Find the line containing "public static Label problem(ObservableValue<String>" in the entries below. Restate it and each line after it, word for word, up to and including the line containing "button.getStyleClass().addAll(styles);".
[RECORDS FOR PROCESSING Boundary: Start]
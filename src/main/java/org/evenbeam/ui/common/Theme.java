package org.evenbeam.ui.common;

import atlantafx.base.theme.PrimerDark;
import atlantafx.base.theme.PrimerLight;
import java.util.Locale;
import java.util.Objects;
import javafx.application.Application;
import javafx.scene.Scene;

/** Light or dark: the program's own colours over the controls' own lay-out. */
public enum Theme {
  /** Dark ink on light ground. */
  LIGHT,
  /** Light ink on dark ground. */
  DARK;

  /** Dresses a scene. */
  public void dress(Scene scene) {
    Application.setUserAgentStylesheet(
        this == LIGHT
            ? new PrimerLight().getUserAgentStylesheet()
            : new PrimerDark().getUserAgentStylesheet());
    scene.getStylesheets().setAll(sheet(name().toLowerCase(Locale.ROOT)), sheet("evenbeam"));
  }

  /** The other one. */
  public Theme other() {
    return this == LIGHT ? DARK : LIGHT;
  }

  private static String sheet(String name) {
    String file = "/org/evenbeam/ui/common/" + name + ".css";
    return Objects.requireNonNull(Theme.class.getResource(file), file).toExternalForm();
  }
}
[RECORDS FOR PROCESSING Boundary: End]
[RECORDS FOR PROCESSING Boundary: Start]
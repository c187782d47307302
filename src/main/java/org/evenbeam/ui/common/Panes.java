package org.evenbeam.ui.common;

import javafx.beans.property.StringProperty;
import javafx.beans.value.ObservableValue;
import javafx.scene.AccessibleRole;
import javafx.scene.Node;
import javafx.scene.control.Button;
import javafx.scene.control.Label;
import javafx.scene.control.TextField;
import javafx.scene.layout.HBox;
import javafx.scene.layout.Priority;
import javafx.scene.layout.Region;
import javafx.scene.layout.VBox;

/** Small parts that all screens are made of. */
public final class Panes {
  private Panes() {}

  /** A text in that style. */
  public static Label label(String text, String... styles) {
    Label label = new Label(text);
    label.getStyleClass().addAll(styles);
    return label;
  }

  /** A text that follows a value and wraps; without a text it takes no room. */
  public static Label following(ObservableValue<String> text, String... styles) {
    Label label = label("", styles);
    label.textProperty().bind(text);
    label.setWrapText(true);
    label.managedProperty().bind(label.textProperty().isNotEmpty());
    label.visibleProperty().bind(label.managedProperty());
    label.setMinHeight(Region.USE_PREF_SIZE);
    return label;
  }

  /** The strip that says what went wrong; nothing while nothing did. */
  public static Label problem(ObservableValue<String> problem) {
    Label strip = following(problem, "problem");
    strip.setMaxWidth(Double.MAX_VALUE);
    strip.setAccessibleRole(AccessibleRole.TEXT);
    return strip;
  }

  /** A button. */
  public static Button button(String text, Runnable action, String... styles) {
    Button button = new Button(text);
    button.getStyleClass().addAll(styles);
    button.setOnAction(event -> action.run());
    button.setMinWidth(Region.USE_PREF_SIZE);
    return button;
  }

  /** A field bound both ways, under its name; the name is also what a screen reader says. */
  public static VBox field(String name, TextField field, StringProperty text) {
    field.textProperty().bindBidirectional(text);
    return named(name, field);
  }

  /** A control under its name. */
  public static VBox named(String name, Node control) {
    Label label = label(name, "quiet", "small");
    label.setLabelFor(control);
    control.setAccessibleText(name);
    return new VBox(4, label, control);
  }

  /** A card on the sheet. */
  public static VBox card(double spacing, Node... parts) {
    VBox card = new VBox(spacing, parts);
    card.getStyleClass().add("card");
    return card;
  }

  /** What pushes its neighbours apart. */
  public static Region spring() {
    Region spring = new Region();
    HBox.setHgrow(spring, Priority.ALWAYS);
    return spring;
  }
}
[RECORDS FOR PROCESSING Boundary: End]
## RESPONSE FOR THIS EXERCISE
  public static Label problem(ObservableValue<String> problem) {
    Label strip = following(problem, "problem");
    strip.setMaxWidth(Double.MAX_VALUE);
    strip.setAccessibleRole(AccessibleRole.TEXT);
    return strip;
  }

  /** A button. */
  public static Button button(String text, Runnable action, String... styles) {
    Button button = new Button(text);
    button.getStyleClass().addAll(styles);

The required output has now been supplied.